Dataset.
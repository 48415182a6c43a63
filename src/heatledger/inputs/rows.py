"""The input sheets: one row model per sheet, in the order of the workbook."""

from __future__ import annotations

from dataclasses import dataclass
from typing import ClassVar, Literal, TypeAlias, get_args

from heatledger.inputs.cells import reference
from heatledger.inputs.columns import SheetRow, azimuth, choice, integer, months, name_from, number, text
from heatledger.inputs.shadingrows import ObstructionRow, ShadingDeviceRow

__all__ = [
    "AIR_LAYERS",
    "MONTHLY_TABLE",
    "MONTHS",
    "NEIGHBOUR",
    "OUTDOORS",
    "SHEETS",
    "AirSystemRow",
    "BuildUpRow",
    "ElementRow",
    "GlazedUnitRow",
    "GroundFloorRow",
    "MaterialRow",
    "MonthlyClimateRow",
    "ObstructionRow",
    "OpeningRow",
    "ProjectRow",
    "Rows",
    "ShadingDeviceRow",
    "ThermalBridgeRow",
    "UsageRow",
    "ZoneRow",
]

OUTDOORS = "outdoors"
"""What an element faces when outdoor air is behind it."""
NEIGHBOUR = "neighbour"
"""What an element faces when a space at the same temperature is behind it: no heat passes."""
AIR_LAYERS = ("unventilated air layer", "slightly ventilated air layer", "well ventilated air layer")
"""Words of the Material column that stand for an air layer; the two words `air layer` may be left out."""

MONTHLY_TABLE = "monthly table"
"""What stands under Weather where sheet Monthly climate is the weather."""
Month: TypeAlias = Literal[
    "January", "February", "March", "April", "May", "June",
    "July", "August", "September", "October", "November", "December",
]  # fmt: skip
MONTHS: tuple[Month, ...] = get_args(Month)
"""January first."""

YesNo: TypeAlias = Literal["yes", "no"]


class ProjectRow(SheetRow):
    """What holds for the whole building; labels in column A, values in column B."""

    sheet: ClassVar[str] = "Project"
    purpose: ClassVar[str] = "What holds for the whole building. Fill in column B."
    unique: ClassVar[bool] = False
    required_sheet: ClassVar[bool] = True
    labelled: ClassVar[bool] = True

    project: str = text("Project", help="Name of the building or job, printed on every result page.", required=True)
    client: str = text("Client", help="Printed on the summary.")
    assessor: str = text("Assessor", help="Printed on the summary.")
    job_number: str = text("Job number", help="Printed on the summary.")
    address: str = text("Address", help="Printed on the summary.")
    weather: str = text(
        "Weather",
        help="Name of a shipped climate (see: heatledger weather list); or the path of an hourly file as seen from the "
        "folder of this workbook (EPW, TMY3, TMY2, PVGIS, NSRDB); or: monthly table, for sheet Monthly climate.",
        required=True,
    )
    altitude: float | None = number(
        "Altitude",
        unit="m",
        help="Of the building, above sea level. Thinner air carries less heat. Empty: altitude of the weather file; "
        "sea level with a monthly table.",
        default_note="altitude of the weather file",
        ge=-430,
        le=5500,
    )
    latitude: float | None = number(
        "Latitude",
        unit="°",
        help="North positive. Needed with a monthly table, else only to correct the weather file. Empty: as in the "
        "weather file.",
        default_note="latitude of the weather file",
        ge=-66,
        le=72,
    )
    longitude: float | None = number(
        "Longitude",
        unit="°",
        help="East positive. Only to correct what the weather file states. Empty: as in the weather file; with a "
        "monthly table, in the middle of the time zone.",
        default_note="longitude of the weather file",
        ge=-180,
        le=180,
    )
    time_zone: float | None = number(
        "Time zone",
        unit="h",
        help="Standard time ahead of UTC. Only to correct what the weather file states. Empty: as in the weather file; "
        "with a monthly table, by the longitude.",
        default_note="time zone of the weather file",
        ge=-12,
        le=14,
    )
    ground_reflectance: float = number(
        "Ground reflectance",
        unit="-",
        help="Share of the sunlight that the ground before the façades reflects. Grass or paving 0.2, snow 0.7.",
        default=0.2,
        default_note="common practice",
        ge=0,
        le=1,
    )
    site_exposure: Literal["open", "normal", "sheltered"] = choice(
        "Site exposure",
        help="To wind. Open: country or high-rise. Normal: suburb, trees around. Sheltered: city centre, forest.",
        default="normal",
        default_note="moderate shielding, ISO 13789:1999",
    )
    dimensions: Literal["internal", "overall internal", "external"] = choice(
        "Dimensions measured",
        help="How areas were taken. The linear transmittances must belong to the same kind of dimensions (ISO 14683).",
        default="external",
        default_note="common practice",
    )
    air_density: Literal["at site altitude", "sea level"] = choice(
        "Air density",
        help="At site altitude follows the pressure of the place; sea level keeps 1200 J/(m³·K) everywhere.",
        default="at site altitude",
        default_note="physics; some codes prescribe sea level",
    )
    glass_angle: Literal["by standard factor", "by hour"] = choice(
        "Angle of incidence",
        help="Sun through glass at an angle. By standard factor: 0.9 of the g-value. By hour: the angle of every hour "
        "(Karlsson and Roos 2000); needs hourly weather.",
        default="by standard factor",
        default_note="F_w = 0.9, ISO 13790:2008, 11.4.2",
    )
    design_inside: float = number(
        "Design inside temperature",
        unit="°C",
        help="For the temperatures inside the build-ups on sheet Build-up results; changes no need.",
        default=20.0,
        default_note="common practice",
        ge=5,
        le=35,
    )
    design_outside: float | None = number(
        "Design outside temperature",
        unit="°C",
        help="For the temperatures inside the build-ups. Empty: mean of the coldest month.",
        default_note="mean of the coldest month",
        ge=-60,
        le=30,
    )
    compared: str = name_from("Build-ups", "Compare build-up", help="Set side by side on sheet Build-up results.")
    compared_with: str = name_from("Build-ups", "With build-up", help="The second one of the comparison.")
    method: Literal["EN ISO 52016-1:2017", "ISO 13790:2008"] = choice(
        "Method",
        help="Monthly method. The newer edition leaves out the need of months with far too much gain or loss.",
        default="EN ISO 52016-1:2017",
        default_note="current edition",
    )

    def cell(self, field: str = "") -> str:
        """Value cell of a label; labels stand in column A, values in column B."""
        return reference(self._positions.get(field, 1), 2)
---
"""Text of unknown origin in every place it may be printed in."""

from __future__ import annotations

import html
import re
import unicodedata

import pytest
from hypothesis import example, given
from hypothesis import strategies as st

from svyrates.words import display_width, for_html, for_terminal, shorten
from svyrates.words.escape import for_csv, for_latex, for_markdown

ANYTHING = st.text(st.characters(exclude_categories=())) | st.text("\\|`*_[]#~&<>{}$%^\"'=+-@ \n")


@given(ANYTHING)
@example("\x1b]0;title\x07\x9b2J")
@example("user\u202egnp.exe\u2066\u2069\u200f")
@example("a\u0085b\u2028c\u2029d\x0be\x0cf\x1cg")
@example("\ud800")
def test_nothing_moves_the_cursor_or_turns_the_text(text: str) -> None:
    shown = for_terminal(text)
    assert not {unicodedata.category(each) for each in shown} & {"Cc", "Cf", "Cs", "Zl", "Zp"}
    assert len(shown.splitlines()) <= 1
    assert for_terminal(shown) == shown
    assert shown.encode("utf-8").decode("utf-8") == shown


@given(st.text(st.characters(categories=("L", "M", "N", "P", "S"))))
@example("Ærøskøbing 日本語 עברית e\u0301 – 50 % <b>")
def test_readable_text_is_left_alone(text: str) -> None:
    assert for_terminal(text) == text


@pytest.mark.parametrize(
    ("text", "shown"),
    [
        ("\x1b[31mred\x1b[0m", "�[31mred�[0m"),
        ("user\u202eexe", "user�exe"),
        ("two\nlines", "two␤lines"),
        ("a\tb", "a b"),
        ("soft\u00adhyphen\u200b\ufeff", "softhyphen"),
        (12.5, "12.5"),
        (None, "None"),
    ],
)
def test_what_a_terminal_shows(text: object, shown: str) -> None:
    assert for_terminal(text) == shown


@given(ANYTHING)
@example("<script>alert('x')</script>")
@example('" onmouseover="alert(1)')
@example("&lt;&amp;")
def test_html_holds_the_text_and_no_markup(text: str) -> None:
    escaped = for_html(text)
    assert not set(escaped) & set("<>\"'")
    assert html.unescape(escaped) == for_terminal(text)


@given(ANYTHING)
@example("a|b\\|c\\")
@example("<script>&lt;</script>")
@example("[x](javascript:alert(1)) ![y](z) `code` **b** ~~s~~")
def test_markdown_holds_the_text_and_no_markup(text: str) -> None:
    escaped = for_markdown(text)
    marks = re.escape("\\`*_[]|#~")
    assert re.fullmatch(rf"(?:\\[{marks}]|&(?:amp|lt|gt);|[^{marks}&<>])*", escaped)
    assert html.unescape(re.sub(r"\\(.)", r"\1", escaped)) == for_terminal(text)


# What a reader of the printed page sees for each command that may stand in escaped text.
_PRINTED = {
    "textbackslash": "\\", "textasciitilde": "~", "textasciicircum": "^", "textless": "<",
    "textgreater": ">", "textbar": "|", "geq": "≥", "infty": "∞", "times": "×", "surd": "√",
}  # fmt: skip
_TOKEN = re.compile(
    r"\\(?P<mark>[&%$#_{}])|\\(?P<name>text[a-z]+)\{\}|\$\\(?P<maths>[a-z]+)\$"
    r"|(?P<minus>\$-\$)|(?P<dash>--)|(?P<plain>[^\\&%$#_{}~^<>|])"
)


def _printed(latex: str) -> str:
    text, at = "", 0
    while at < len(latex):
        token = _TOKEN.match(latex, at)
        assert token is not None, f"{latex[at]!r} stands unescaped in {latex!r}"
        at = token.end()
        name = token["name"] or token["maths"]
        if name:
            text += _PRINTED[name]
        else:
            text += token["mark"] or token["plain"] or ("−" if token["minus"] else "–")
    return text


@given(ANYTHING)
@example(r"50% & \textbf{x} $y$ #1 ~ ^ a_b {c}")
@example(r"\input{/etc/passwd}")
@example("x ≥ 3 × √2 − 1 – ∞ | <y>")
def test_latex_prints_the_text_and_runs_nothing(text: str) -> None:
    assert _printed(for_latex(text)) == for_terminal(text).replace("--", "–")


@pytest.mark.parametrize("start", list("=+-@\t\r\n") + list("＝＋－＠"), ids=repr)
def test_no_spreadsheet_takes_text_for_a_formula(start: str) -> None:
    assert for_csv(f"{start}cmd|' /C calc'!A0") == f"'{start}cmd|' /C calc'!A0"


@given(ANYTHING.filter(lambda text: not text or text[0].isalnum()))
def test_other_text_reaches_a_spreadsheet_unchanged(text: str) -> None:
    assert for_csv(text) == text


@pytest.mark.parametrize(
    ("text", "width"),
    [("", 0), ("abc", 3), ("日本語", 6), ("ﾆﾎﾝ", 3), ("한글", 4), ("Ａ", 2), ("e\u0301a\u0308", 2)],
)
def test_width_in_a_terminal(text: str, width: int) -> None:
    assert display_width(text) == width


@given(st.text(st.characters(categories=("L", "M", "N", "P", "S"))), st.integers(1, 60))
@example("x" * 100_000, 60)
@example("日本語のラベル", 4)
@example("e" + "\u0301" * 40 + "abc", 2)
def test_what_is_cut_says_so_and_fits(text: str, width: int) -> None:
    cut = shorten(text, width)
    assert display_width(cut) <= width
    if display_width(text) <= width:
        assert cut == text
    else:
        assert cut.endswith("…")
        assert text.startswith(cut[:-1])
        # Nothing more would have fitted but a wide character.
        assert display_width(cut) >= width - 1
---
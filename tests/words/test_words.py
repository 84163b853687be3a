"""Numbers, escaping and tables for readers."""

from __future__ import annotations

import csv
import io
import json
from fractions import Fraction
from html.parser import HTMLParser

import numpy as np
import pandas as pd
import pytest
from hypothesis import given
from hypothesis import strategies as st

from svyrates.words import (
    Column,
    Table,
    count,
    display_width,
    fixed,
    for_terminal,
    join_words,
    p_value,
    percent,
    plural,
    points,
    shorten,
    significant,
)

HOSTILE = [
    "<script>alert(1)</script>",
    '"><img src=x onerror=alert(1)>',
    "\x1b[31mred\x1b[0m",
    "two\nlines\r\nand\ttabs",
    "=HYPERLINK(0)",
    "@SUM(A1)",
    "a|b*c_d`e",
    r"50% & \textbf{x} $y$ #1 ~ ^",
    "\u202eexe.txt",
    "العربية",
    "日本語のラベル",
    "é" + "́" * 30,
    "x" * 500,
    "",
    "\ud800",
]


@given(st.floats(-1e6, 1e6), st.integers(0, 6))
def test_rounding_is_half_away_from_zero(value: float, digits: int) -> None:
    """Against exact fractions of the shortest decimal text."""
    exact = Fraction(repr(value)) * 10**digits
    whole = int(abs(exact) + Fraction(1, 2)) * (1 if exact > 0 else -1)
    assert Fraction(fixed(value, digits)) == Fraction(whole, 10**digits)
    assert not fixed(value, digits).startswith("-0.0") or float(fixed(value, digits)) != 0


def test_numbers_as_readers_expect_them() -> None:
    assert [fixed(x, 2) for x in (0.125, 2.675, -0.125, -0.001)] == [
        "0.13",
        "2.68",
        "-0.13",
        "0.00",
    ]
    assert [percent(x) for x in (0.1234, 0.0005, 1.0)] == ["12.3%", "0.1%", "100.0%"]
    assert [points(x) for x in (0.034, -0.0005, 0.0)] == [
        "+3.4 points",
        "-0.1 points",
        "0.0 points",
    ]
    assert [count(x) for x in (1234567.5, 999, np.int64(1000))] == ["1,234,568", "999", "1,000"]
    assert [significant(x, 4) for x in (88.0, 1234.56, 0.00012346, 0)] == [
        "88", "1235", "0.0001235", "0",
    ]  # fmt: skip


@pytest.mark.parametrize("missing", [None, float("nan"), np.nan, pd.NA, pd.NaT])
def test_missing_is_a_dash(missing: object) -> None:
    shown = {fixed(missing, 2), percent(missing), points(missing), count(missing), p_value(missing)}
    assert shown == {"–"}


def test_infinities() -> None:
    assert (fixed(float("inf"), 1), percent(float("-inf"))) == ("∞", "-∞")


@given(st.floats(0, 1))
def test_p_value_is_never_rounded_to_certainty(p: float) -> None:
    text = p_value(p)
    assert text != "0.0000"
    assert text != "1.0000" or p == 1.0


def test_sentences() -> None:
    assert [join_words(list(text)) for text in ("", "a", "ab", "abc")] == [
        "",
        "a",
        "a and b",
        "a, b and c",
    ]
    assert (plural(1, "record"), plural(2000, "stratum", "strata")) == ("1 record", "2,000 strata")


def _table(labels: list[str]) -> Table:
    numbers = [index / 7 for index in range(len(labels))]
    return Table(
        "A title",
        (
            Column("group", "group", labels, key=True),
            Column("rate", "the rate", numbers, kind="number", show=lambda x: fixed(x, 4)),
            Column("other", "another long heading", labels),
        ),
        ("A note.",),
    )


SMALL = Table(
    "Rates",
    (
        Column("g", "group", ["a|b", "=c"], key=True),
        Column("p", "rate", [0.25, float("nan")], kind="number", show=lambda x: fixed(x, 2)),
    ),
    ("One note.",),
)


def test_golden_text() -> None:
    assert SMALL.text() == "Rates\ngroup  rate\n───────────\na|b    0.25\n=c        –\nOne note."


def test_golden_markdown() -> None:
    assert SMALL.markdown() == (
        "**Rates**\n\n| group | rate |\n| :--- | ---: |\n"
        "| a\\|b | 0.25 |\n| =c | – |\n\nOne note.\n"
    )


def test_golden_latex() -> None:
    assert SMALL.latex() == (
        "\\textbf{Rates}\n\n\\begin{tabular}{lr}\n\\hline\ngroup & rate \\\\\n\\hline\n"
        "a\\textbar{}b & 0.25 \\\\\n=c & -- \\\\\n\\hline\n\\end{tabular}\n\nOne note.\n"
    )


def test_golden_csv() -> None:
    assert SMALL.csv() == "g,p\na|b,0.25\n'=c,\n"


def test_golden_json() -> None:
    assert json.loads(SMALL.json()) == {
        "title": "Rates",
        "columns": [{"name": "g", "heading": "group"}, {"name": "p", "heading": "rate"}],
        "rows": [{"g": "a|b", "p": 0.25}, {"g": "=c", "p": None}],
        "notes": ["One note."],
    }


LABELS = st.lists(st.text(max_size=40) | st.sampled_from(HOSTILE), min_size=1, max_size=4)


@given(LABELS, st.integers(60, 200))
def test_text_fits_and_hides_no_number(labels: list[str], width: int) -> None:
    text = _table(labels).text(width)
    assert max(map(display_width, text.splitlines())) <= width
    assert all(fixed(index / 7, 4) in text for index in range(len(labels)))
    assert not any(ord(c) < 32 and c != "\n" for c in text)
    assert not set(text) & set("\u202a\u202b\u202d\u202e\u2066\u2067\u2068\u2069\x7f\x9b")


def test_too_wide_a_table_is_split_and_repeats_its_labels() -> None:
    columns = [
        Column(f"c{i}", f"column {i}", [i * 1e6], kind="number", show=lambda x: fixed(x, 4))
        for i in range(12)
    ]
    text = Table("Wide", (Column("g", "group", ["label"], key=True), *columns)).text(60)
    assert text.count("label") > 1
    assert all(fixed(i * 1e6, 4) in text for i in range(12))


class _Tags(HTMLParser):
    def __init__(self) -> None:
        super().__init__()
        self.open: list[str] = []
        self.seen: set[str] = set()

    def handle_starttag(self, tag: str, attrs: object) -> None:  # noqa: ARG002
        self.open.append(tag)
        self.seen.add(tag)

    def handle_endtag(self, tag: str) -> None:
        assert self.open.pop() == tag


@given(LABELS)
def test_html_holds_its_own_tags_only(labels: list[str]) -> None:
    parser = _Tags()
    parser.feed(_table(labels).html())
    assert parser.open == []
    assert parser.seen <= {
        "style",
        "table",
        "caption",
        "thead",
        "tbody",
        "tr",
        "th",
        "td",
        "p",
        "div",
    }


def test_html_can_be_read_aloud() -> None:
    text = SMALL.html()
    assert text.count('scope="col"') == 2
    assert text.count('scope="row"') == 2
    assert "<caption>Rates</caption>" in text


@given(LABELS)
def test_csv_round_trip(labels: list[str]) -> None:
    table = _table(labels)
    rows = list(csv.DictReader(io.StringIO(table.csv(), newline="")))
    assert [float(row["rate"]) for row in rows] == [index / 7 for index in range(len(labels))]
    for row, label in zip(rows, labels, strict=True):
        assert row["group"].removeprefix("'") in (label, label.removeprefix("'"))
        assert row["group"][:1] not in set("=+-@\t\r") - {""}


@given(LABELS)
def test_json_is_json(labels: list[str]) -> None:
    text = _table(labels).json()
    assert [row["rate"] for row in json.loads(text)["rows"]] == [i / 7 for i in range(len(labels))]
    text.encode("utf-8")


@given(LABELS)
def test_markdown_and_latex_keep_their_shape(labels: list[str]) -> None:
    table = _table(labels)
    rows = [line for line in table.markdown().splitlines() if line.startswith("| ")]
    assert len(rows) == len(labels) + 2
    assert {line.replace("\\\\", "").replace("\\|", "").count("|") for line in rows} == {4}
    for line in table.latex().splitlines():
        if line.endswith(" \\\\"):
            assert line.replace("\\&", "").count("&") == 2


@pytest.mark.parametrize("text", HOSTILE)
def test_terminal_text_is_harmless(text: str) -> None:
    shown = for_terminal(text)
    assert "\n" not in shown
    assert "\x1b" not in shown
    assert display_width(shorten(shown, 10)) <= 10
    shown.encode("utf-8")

Your objective. Leave out every line above except those from the line with "side by side" up to and including the line with "return reference(self._positions.get(field, 1), 2)", and copy those exactly.

Response to this task.
    compared: str = name_from("Build-ups", "Compare build-up", help="Set side by side on sheet Build-up results.")
    compared_with: str = name_from("Build-ups", "With build-up", help="The second one of the comparison.")
    method: Literal["EN ISO 52016-1:2017", "ISO 13790:2008"] = choice(
        "Method",
        help="Monthly method. The newer edition leaves out the need of months with far too much gain or loss.",
        default="EN ISO 52016-1:2017",
        default_note="current edition",
    )

    def cell(self, field: str = "") -> str:
        """Value cell of a label; labels stand in column A, values in column B."""
        return reference(self._positions.get(field, 1), 2)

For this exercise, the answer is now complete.